//! `envord energy`: the energy budget of one measurement and the cell's life
//! at given intervals, for a measuring point.
//!
//! * [`lora`]: LoRa time on air (Semtech's formula).
//! * [`hardware`]: every electrical and timing figure, with its default and
//!   the source of that default; a hardware file overrides them.
//! * [`budget`]: the arithmetic.
//!
//! The record length comes from the point (revolutions, speed, sample
//! rate), the CPU work from the measured QEMU instruction counts
//! (docs/benchmarks.md, or a fresh `boards/qemu-bench/run.sh --json` with
//! `--bench`), the frame lengths from the frame codec. Precedence of the
//! figures: defaults, then `--hardware`, then `--bench`, then `--cpi`.

pub mod budget;
pub mod hardware;
pub mod lora;

use std::path::{Path, PathBuf};

use clap::Args;
use dsp_core::config::SpeedInput;
use wire::exception::ReportPolicy;
use wire::frame::layout::{full_frame_len, REDUCED_LEN};

use crate::error::CliError;
use budget::{AtInterval, Cycle, Measurement};
use hardware::{Hardware, Origin, P};

/// The CPU share the issue asks for at one measurement per hour.
pub const CPU_SHARE_GOAL: f64 = 0.10;

/// Arguments of `envord energy`.
#[derive(Debug, Args)]
pub struct EnergyArgs {
    /// Measuring point (TOML point file); its `[report]` section gives the
    /// reports-by-exception policy.
    #[arg(long)]
    pub point: PathBuf,
    /// Interval between measurements: a number with s, min, h or d (e.g.
    /// 10min, 1h, 6h); repeat the option for several.
    #[arg(long = "interval", default_values = ["10min", "1h", "6h"])]
    pub intervals: Vec<String>,
    /// Spreading factor of the uplink.
    #[arg(long, default_value_t = 7)]
    pub sf: u8,
    /// Bandwidth of the uplink, kHz.
    #[arg(long, default_value_t = 125.0)]
    pub bw_khz: f64,
    /// Tach-shaft speed during the record, rpm. Default: `speed.rpm` of a
    /// constant-speed point, else `speed.min_rpm` (the longest record).
    #[arg(long)]
    pub rpm: Option<f64>,
    /// Electrical and timing figures (TOML) over the documented defaults;
    /// `--list-parameters` prints them.
    #[arg(long)]
    pub hardware: Option<PathBuf>,
    /// CPU figures from a QEMU benchmark run (`boards/qemu-bench/run.sh --json`).
    #[arg(long)]
    pub bench: Option<PathBuf>,
    /// Cycles per instruction (overrides `mcu.cpi`).
    #[arg(long)]
    pub cpi: Option<f64>,
    /// Print JSON instead of tables.
    #[arg(long)]
    pub json: bool,
}

/// Why an `--interval` value was refused (the text names the option).
#[derive(Debug, Clone, PartialEq, Eq)]
pub enum IntervalError {
    /// No unit of s, min, h or d.
    Unit(String),
    /// The number part is not a number.
    Number {
        /// The whole value.
        given: String,
        /// Its number part.
        num: String,
    },
    /// Zero, negative or not finite.
    NotPositive(String),
}

impl std::fmt::Display for IntervalError {
    fn fmt(&self, f: &mut std::fmt::Formatter<'_>) -> std::fmt::Result {
        match self {
            Self::Unit(s) => write!(
                f,
                "--interval {s:?}: give a number with s, min, h or d (e.g. 10min, 1h, 6h)"
            ),
            Self::Number { given, num } => {
                write!(f, "--interval {given:?}: {num:?} is not a number")
            }
            Self::NotPositive(s) => write!(f, "--interval {s:?}: must be > 0"),
        }
    }
}

impl std::error::Error for IntervalError {}

/// Parses an interval: a positive number followed by s, min, h or d.
pub fn parse_interval(s: &str) -> Result<f64, IntervalError> {
    let t = s.trim();
    let split = t
        .find(|c: char| !(c.is_ascii_digit() || c == '.'))
        .unwrap_or(t.len());
    let (num, unit) = t.split_at(split);
    let scale = match unit.trim() {
        "s" => 1.0,
        "min" => 60.0,
        "h" => 3600.0,
        "d" => 86_400.0,
        _ => return Err(IntervalError::Unit(s.to_string())),
    };
    let v: f64 = num.parse().map_err(|_| IntervalError::Number {
        given: s.to_string(),
        num: num.to_string(),
    })?;
    if !(v.is_finite() && v > 0.0) {
        return Err(IntervalError::NotPositive(s.to_string()));
    }
    Ok(v * scale)
}

/// A human form of an interval in seconds.
pub fn interval_label(s: f64) -> String {
    if s >= 86_400.0 && s % 86_400.0 == 0.0 {
        format!("{} d", s / 86_400.0)
    } else if s >= 3600.0 && s % 3600.0 == 0.0 {
        format!("{} h", s / 3600.0)
    } else if s >= 60.0 && s % 60.0 == 0.0 {
        format!("{} min", s / 60.0)
    } else {
        format!("{s} s")
    }
}

/// Reads the CPU figures of a `run.sh --json` result into `hw`.
pub fn apply_bench(hw: &mut Hardware, path: &Path) -> Result<(), CliError> {
    let text = std::fs::read_to_string(path).map_err(|e| {
        CliError::input(
            path.display(),
            format!("cannot read benchmark results: {e}"),
        )
    })?;
    let v: serde_json::Value = serde_json::from_str(&text)
        .map_err(|e| CliError::input(path.display(), format!("not JSON: {e}")))?;
    let get = |key: &str| -> Result<f64, CliError> {
        v.get("results")
            .and_then(|r| r.as_array())
            .and_then(|rows| {
                rows.iter()
                    .find(|r| r.get("key").and_then(|k| k.as_str()) == Some(key))
            })
            .and_then(|r| r.get("value"))
            .and_then(serde_json::Value::as_f64)
            .ok_or_else(|| {
                CliError::input(
                    path.display(),
                    format!("results: no row `{key}` with a number `value` (expected `boards/qemu-bench/run.sh --json` output)"),
                )
            })
    };
    let origin = |key: &str| Origin::File(format!("{} `{key}`", path.display()));
    let set = |hw: &mut Hardware, p: P, v: f64, o: Origin| {
        hw.set(p, v, o)
            .map_err(|m| CliError::input(path.display(), m))
    };
    set(
        hw,
        P::InstrPerSample,
        get("pipeline_per_sample")?,
        origin("pipeline_per_sample"),
    )?;
    set(
        hw,
        P::InstrFinish,
        get("pipeline_finish")?,
        origin("pipeline_finish"),
    )?;
    let ring = get("ring_push")? + get("ring_pop")?;
    set(hw, P::InstrPerBlock, ring, origin("ring_push + ring_pop"))?;
    Ok(())
}

/// Everything `envord energy` prints.
#[derive(Debug, serde::Serialize)]
pub struct EnergyReport {
    /// The point file.
    pub point: String,
    /// Record: revolutions.
    pub revolutions: f64,
    /// Record: speed, rpm.
    pub rpm: f64,
    /// Where the speed came from.
    pub rpm_from: String,
    /// Record: sample rate, Hz.
    pub sample_rate_hz: f64,
    /// Record: samples (whole blocks).
    pub samples: f64,
    /// Bearings in the full frame.
    pub bearings: usize,
    /// Application payload of the full frame, bytes.
    pub full_frame_bytes: usize,
    /// Application payload of the reduced frame, bytes.
    pub reduced_frame_bytes: usize,
    /// Uplink spreading factor.
    pub sf: u8,
    /// Uplink bandwidth, Hz.
    pub bw_hz: u32,
    /// The cycle sending a full frame.
    pub full: Cycle,
    /// The cycle sending a reduced frame.
    pub reduced: Cycle,
    /// Reports-by-exception policy of the point.
    pub full_every: u16,
    /// Its margin, dB.
    pub margin_db: f32,
    /// Per interval: a full frame every cycle.
    pub every_cycle: Vec<AtInterval>,
    /// Per interval: by exception with no finding changing (one full frame
    /// in `full_every`).
    pub by_exception: Vec<AtInterval>,
    /// Instructions per input sample that give the goal's CPU share at 1 h.
    pub instr_per_sample_for_goal_1h: Option<f64>,
    /// Cell: nominal capacity, mAh.
    pub cell_capacity_mah: f64,
    /// Cell: usable share, %.
    pub cell_usable_pct: f64,
    /// Cell: nominal voltage (energy = charge x this), V.
    pub cell_voltage_v: f64,
    /// Cell: self-discharge, % of nominal capacity per year.
    pub cell_self_discharge_pct_per_year: f64,
    /// Sleep current of the node, uA.
    pub sleep_ua: f64,
    /// Instructions per input sample in use.
    pub instr_per_sample: f64,
    /// Every parameter: key, value, unit, origin, source.
    pub parameters: Vec<serde_json::Value>,
}

/// Builds the budget.
pub fn build(a: &EnergyArgs) -> Result<EnergyReport, CliError> {
    let point = crate::point::load(&a.point)?;
    let policy: ReportPolicy = crate::report_policy::load(&a.point)?;
    let mut hw = match &a.hardware {
        Some(p) => Hardware::load(p)?,
        None => Hardware::default(),
    };
    if let Some(b) = &a.bench {
        apply_bench(&mut hw, b)?;
    }
    if let Some(c) = a.cpi {
        hw.set(P::Cpi, c, Origin::Option("--cpi"))
            .map_err(|m| CliError::input("--cpi", m))?;
    }
    let (rpm, rpm_from) = match (a.rpm, &point.speed) {
        (Some(r), _) => (r, "--rpm".to_string()),
        (None, SpeedInput::Constant { rpm }) => (f64::from(*rpm), "speed.rpm".to_string()),
        (None, SpeedInput::Tach { .. }) => (
            f64::from(point.min_rpm),
            "speed.min_rpm (the longest record; --rpm for the running speed)".to_string(),
        ),
    };
    if !(rpm.is_finite() && rpm > 0.0) {
        return Err(CliError::input("--rpm", format!("{rpm}: must be > 0")));
    }
    let m = Measurement {
        sample_rate_hz: f64::from(point.sample_rate_hz),
        revolutions: f64::from(point.revolutions),
        rpm,
        block_samples: dsp_core::pipeline::ADC_BLOCK,
    };
    let bw_hz = lora::BANDWIDTHS_HZ
        .iter()
        .copied()
        .find(|&b| (f64::from(b) - a.bw_khz * 1000.0).abs() < 100.0)
        .ok_or_else(|| {
            CliError::input(
                "--bw-khz",
                format!(
                    "{} kHz is not a LoRa bandwidth (7.8, 10.4, 15.6, 20.8, 31.25, 41.7, 62.5, 125, 250, 500)",
                    a.bw_khz
                ),
            )
        })?;
    let bad = |e: budget::BudgetError| blame(&hw, &e);
    let up = budget::uplink_params(&hw, a.sf, bw_hz).map_err(bad)?;
    let nb = point.bearings.len();
    let full = budget::cycle(&m, &hw, &up, full_frame_len(nb)).map_err(bad)?;
    let reduced = budget::cycle(&m, &hw, &up, REDUCED_LEN).map_err(bad)?;
    let mut every_cycle = Vec::new();
    let mut by_exception = Vec::new();
    let share = 1.0 / f64::from(policy.full_every.max(1));
    for s in &a.intervals {
        let t = parse_interval(s).map_err(|e| CliError::Input(e.to_string()))?;
        let key = format!("--interval {s}");
        every_cycle.push(
            budget::at_interval(&hw, &full, &reduced, 1.0, t)
                .map_err(|e| CliError::input(&key, e))?,
        );
        by_exception.push(
            budget::at_interval(&hw, &full, &reduced, share, t)
                .map_err(|e| CliError::input(&key, e))?,
        );
    }
    let parameters = hw
        .rows()
        .map(|(d, v, o)| {
            serde_json::json!({
                "key": d.key, "value": v, "unit": d.unit,
                "origin": origin_text(o), "source": d.source,
            })
        })
        .collect();
    Ok(EnergyReport {
        point: a.point.display().to_string(),
        revolutions: m.revolutions,
        rpm,
        rpm_from,
        sample_rate_hz: m.sample_rate_hz,
        samples: m.samples(),
        bearings: nb,
        full_frame_bytes: full_frame_len(nb),
        reduced_frame_bytes: REDUCED_LEN,
        sf: a.sf,
        bw_hz,
        instr_per_sample_for_goal_1h: budget::instr_per_sample_for_share(
            &m,
            &hw,
            &full,
            3600.0,
            CPU_SHARE_GOAL,
        ),
        full,
        reduced,
        full_every: policy.full_every,
        margin_db: policy.margin_db,
        every_cycle,
        by_exception,
        cell_capacity_mah: hw.get(P::CapacityMah),
        cell_usable_pct: hw.get(P::UsablePct),
        cell_voltage_v: hw.get(P::CellV),
        cell_self_discharge_pct_per_year: hw.get(P::SelfDischarge),
        sleep_ua: budget::sleep_ua(&hw),
        instr_per_sample: hw.get(P::InstrPerSample),
        parameters,
    })
}

/// A budget error as bad input, naming the file a parameter came from.
fn blame(hw: &Hardware, e: &budget::BudgetError) -> CliError {
    let key = match e {
        budget::BudgetError::Radio { key, .. } | budget::BudgetError::NotWhole(key) => Some(*key),
        _ => None,
    };
    let from = key.and_then(|k| {
        hw.rows()
            .find(|(d, _, _)| d.key == k)
            .map(|(_, _, o)| o.clone())
    });
    match from {
        Some(Origin::File(f)) => CliError::input(f, e),
        _ => CliError::Input(e.to_string()),
    }
}

fn origin_text(o: &Origin) -> String {
    match o {
        Origin::Default => "default".into(),
        Origin::File(f) => f.clone(),
        Origin::Option(k) => (*k).into(),
    }
}

fn ms(s: f64) -> String {
    format!("{:.1} ms", s * 1000.0)
}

• [TASK BRIEF]:
Lines after the one containing "QEMU instruction counts" are not wanted; repeat exactly each line above from the first up to and including it.

• [COMPLETED TASK]:
//! `envord energy`: the energy budget of one measurement and the cell's life
//! at given intervals, for a measuring point.
//!
//! * [`lora`]: LoRa time on air (Semtech's formula).
//! * [`hardware`]: every electrical and timing figure, with its default and
//!   the source of that default; a hardware file overrides them.
//! * [`budget`]: the arithmetic.
//!
//! The record length comes from the point (revolutions, speed, sample
//! rate), the CPU work from the measured QEMU instruction counts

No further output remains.